Completely separate from this wake from USB issue I know of another issue where some PHX BIOS versions HANG the system during resume because of root port being in D3.

It's fixed in newer PHX BIOS versions, but if you end up with an OEM system that happened to launch with one of these you're in a very bad place. I haven't mentioned it because I've not seen an OEM system with this yet.

If we "do nothing" the only way to solve those will be to grow the DMI avoid list if any of these come up.

1) Hardcode all the Intel root ports that need D3 into a quirk list.

I don't know how big this list is, but I assume it's massive and doesn't scale unless the constraints stuff works for Intel to opt in the newer
things.

2) Hardcode quirks for all the affected AMD PCI root ports to avoid D3.

It's 4 of them for the 2022-2023 platforms.
It will probably be another 2 more for 2024 ones, and then another 2 more for 2025 ones.
Maybe by 2025 the affected root port can handle D3 and let USB wake it up? I don't know.

3) Move the quirk somewhere that AMD can maintain specifically for this case outside of drivers/pci.

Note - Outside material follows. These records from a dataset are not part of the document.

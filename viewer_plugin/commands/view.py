"""``stackdepth view [PATH] [--demo]``: open napari with the five stackdepth widgets docked."""

from __future__ import annotations

import argparse
from pathlib import Path
from typing import Any

from ._common import CommandError, check_input

#: Display names of the widgets, as in napari.yaml, in dock order.
WIDGETS = (
    "Depth colour projection",
    "Peak depth map",
    "Occlusion projection",
    "Depth attenuation",
    "Bleaching check",
)


#: Width of the docked tools in pixels: readable, and leaves the image most of a 1600-pixel screen.
DOCK_WIDTH = 430


def register(sub: Any) -> None:
    parser = sub.add_parser("view", help="open napari with the stackdepth widgets",
                            description="Open napari with the five stackdepth widgets docked and "
                            "a file (OME-TIFF or TIFF), an OME-Zarr folder (opened lazily) or the synthetic demo "
                            "loaded.")
    parser.add_argument("path", nargs="?", help="OME-TIFF or TIFF stack, or OME-Zarr folder, to open")
    parser.add_argument("--demo", action="store_true", help="load the synthetic fibre-slab demo")
    parser.add_argument("--screenshot", metavar="PNG",
                        help="save a screenshot of the window once it is shown, then quit")
    parser.set_defaults(func=run)


def run(args: argparse.Namespace) -> int:
    from ..io.reader import read_layers

    layers = []
    if args.path:
        check_input(args.path)  # a missing file or a folder that is no image: exit 2 before the GUI
        layers.extend(read_layers(args.path))  # OME-Zarr opens lazily, as a multiscale layer
    if args.demo:
        from ..samples import sample_fibre_slab

        layers.extend(sample_fibre_slab())
    if args.screenshot and not Path(args.screenshot).resolve().parent.is_dir():
        raise CommandError(f"--screenshot: folder {Path(args.screenshot).parent} does not exist")
    import napari

    viewer = napari.Viewer(title="stackdepth")
    viewer.window.resize(1600, 1000)
    widgets = open_in_viewer(viewer, layers)
    if args.screenshot:
        _shoot_when_ready(viewer, widgets[0], args.screenshot)
    napari.run()
    return 0


_TIMERS: list[Any] = []


def _shoot_when_ready(viewer: Any, first: Any, path: str, *, timeout_s: float = 120.0) -> None:
    """Save a screenshot once the first dock's live result is shown (or after *timeout_s*), then quit."""
    import time

    from qtpy.QtCore import QTimer

    start = time.monotonic()
    timer = QTimer()
    _TIMERS.append(timer)  # kept alive until the viewer closes

    def poll() -> None:
        ready = getattr(first, "live_worker", None) is None and (
            getattr(first, "result_layer", None) is not None or not viewer.layers)
        if ready or time.monotonic() - start > timeout_s:
            timer.stop()
            QTimer.singleShot(1000, shoot)  # let the canvas draw the new layer

    def shoot() -> None:
        viewer.screenshot(path, canvas_only=False)
        viewer.close()

    timer.timeout.connect(poll)
    timer.start(200)


def open_in_viewer(viewer: Any, layers: list[tuple[Any, dict[str, Any], str]]) -> list[Any]:
    """Add *layers* to *viewer* and dock the five widgets, tabbed together.

    Returns the docked widgets in the order of :data:`WIDGETS`.
    """
    for data, kwargs, kind in layers:
        getattr(viewer, f"add_{kind}")(data, **kwargs)
    widgets, docks = [], []
    for name in WIDGETS:
        dock, widget = viewer.window.add_plugin_dock_widget("stackdepth", name)
        docks.append(dock)
        widgets.append(widget)
    for dock, widget in zip(docks, widgets):
        dock.setWindowTitle(widget.tab_title)  # short tab labels that read whole
    main_window = docks[0].parentWidget()
    if main_window is not None and hasattr(main_window, "tabifyDockWidget"):
        from qtpy.QtCore import Qt

        for dock in docks[1:]:
            main_window.tabifyDockWidget(docks[0], dock)
        docks[0].raise_()
        # the image keeps most of the window: the docks take a fixed, readable width
        main_window.resizeDocks([docks[0]], [DOCK_WIDTH], Qt.Orientation.Horizontal)
        from qtpy.QtCore import QTimer

        QTimer.singleShot(200, viewer.reset_view)  # fit the image to the canvas the docks leave
    if layers and hasattr(widgets[0], "update_live"):
        widgets[0].update_live()  # depth at a glance: full resolution when the stack allows
    return widgets
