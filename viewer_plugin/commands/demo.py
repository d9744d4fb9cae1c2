"""``stackdepth demo OUTDIR``: write the three synthetic demo datasets as OME-TIFF."""

from __future__ import annotations

import argparse
from pathlib import Path
from typing import Any

from ._common import CommandError, TerminalProgress

FILES = {
    "fibre_slab.ome.tif": "single z-stack",
    "fibre_slab_series.ome.tif": "time series with bleaching",
    "fibre_slab_forward.ome.tif": "two-pass: first pass (top first)",
    "fibre_slab_reverse.ome.tif": "two-pass: second pass (deepest first)",
}


def register(sub: Any) -> None:
    parser = sub.add_parser("demo", help="write the synthetic demo datasets as OME-TIFF",
                            description="Write the synthetic fibre-slab demo (single stack, time series, "
                            "forward/reverse pair) as OME-TIFF with their true parameters in the metadata.")
    parser.add_argument("outdir", help="folder to write into (created if missing)")
    parser.add_argument("--overwrite", action="store_true", help="replace existing files")
    parser.set_defaults(func=run)


def run(args: argparse.Namespace) -> int:
    from .. import demo
    from ..io.ometiff import write_ome_tiff

    outdir = Path(args.outdir)
    if outdir.exists() and not outdir.is_dir():
        raise CommandError(f"OUTDIR: {outdir} is not a folder")
    existing = [name for name in FILES if (outdir / name).exists()]
    if existing and not args.overwrite:
        raise CommandError(f"OUTDIR: {outdir / existing[0]} exists; pass --overwrite to replace it")
    outdir.mkdir(parents=True, exist_ok=True)
    makers = [lambda: [demo.fibre_slab()], lambda: [demo.bleach_series()], demo.two_pass_pair]
    stacks = (stack for make in makers for stack in make())
    with TerminalProgress("writing demo") as progress:
        for i, (name, stack) in enumerate(zip(FILES, stacks)):
            write_ome_tiff(outdir / name, stack.data, axes=stack.axes, scale=stack.scale,
                           metadata={"truth": stack.truth}, overwrite=args.overwrite)
            progress(i + 1, len(FILES))
            print(f"{outdir / name}: {FILES[name]}, {stack.axes} {stack.data.shape} {stack.data.dtype}")
    return 0
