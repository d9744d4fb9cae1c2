"""``stackdepth convert INPUT OUTPUT.ome.zarr``: an OME-TIFF/TIFF as a chunked, multiscale OME-Zarr.

The TIFF is read lazily and written batch by batch, so memory stays bounded
whatever the file's size; axes, voxel size, channel names and stackdepth's
metadata are kept. The work is :func:`viewer_plugin.io.convert_to_ome_zarr`.
"""

from __future__ import annotations

import argparse
from pathlib import Path
from typing import Any

from ._common import OME_ZARR, CommandError, TerminalProgress, check_output_path, finish_parser


def register(sub: Any) -> None:
    parser = sub.add_parser(
        "convert", help="convert an OME-TIFF/TIFF to a chunked, multiscale OME-Zarr",
        description="Convert an OME-TIFF or TIFF file to an OME-Zarr folder (NGFF): chunked, with "
        "a pyramid of 2x downsampled levels, streaming in bounded memory. Voxel size, axes, "
        "channel names and metadata are kept; the input is never changed.")
    parser.add_argument("input", metavar="INPUT", help="OME-TIFF or TIFF file")
    parser.add_argument("output", metavar="OUTPUT", help="OME-Zarr folder to write (.ome.zarr)")
    parser.add_argument("--chunks", nargs=3, type=int, metavar=("Z", "Y", "X"), default=None,
                        help="chunk shape in voxels (default about 2 MiB per chunk, e.g. "
                             "16 256 256 for 16-bit data)")
    parser.add_argument("--ngff", choices=("0.4", "0.5"), default="0.4",
                        help="NGFF version: 0.4 (zarr format 2, read by most tools) or 0.5 "
                             "(zarr format 3)")
    finish_parser(parser, run, overwrite_help="replace an existing output")


def run(args: argparse.Namespace) -> int:
    from ..io import convert_to_ome_zarr, read_ome_zarr_levels

    source = Path(args.input)
    if source.is_dir():
        raise CommandError(f"INPUT: {source} is a folder; expected an OME-TIFF or TIFF file")
    if not source.exists():
        raise CommandError(f"INPUT: {source}: no such file")
    output = check_output_path(args.output, overwrite=args.overwrite, name="OUTPUT")
    if not output.name.lower().endswith(OME_ZARR):
        raise CommandError(f"OUTPUT: expected a folder name ending in {OME_ZARR}, got {output.name}")
    if args.chunks is not None and min(args.chunks) < 1:
        raise CommandError(f"--chunks: expected three positive sizes, got {args.chunks}")
    with TerminalProgress("converting") as progress:
        written = convert_to_ome_zarr(source, output, chunks=tuple(args.chunks) if args.chunks else None,
                                      overwrite=args.overwrite, version=args.ngff, progress=progress)
    levels = read_ome_zarr_levels(written)
    stack = levels[0]
    print(f"{written}: {stack.axes} {tuple(stack.data.shape)} {stack.data.dtype}, chunks "
          f"{tuple(stack.data.chunksize)}, {len(levels)} levels")
    return 0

I did prototype it being put into drivers/platform/x86/amd/pmc.c or drivers/platform/x86/amd/pmc_quirks.c instead as part of the suspend callbacks or LPS0 callbacks.

This works and can scale as that driver at a minimum gets new IDs added for new platforms. However it makes all this logic much more convoluted and harder for anyone to follow.